[[ Source material, beginning ]]

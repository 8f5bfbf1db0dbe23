import { signal } from '@preact/signals';
import { useId } from 'preact/hooks';
import { civil } from '../state/moment.ts';
import { Choice } from '../ui/choice.tsx';
import { fixed } from '../ui/format.ts';
import { words } from '../words/words.ts';
import type { MapFaces, MapGround } from './map-ask.ts';
import type { Quantity } from './map-picture.ts';
import {
  askForSpan,
  cells,
  faces,
  ground,
  isChangeWanted,
  type MapWhen,
  quantity,
  spacing_m,
  span,
  step_min,
  when,
} from './map-state.ts';
import { cellSize, wholeDate } from './map-words.ts';

const STEPS_min = [1, 2, 5, 10, 15, 30, 60];
const SPACINGS_m = [0.25, 0.5, 1, 2, 5, 10];
const isOpen = signal(false);

/** The button that opens what is asked of the map. */
export function MapButton() {
  const of = quantity.value;
  return (
    <button
      type="button"
      class="button"
      aria-expanded={isOpen.value}
      aria-controls="map-panel"
      onClick={() => {
        isOpen.value = !isOpen.value;
      }}
    >
      {of === 'off' ? words.maps.button : `${words.maps.button}: ${words.maps.quantity[of]}`}
    </button>
  );
}

/** What is asked of the map. */
export function MapPanel() {
  if (!isOpen.value) return null;
  const close = (): void => {
    isOpen.value = false;
  };
  return (
    <section
      id="map-panel"
      class="map-panel"
      aria-label={words.maps.panel}
      onKeyDown={(event) => {
        if (event.key === 'Escape') close();
      }}
    >
      <Choice<Quantity | 'off'>
        label={words.maps.show}
        value={quantity.value}
        options={[
          { value: 'off', text: words.maps.off },
          { value: 'sun', text: words.maps.quantity.sun },
          { value: 'energy', text: words.maps.quantity.energy },
        ]}
        onChoose={(value) => {
          quantity.value = value;
          if (value === 'off') isChangeWanted.value = false;
        }}
      />
      {quantity.value === 'off' ? null : <Asked />}
    </section>
  );
}

function Asked() {
  const { date } = civil.value;
  const year = date.slice(0, 4);
  return (
    <>
      <Pick<MapWhen>
        label={words.maps.when}
        value={when.value}
        options={[
          ['day', words.maps.day(wholeDate(date))],
          ['turns', words.maps.turns],
          ['span', words.maps.span],
          ['year', words.maps.year(year)],
        ]}
        onPick={(value) => {
          if (value === 'span') askForSpan();
          else when.value = value;
        }}
      />
      {when.value === 'span' ? <Span /> : null}
      <Pick<MapFaces>
        label={words.maps.faces}
        value={faces.value}
        options={Object.entries(words.maps.facesOf) as [MapFaces, string][]}
        onPick={(value) => {
          faces.value = value;
        }}
      />
      <Pick<MapGround>
        label={words.maps.ground}
        value={ground.value}
        options={Object.entries(words.maps.groundOf) as [MapGround, string][]}
        onPick={(value) => {
          ground.value = value;
        }}
      />
      <div class="map-pair">
        <Pick
          label={words.maps.step}
          value={`${step_min.value}`}
          options={STEPS_min.map((n) => [`${n}`, words.maps.minutes(`${n}`)])}
          onPick={(value) => {
            step_min.value = Number(value);
          }}
        />
        <Pick
          label={words.maps.spacing}
          value={`${spacing_m.value}`}
          options={SPACINGS_m.map((n) => [`${n}`, words.maps.metres(cellSize(n))])}
          onPick={(value) => {
            spacing_m.value = Number(value);
          }}
        />
      </div>
      <p class="map-count">
        <span class="soft">{words.maps.cells(fixed(cells.value, 0))}</span>
      </p>
    </>
  );
}

function Span() {
  const { first, last } = span.value;
  const field = (label: string, value: string, set: (date: string) => void) => (
    <input
      class="field"
      type="date"
      aria-label={label}
      min="1900-01-01"
      max="2100-12-31"
      value={value}
      onChange={(event) => {
        if (event.currentTarget.value !== '') set(event.currentTarget.value);
      }}
    />
  );
  return (
    <div class="map-span">
      {field(words.maps.first, first, (date) => {
        span.value = { ...span.value, first: date };
      })}
      {field(words.maps.last, last, (date) => {
        span.value = { ...span.value, last: date };
      })}
    </div>
  );
}

type PickProps<T extends string> = {
  readonly label: string;
  readonly value: T;
  readonly options: readonly (readonly [T, string])[];
  readonly onPick: (value: T) => void;
};

/** A labelled list to pick from. */
function Pick<T extends string>({ label, value, options, onPick }: PickProps<T>) {
  const id = useId();
  return (
    <div class="map-pick">
      <label for={id}>{label}</label>
      <select id={id} class="field" value={value} onChange={(event) => onPick(event.currentTarget.value as T)}>
        {options.map(([key, text]) => (
          <option key={key} value={key}>
            {text}
          </option>
        ))}
      </select>
    </div>
  );
}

[[ Source material, end ]]

What lines of the data include the word "event"? Copy each of them.

      onKeyDown={(event) => {
        if (event.key === 'Escape') close();
      onChange={(event) => {
        if (event.currentTarget.value !== '') set(event.currentTarget.value);
      <select id={id} class="field" value={value} onChange={(event) => onPick(event.currentTarget.value as T)}>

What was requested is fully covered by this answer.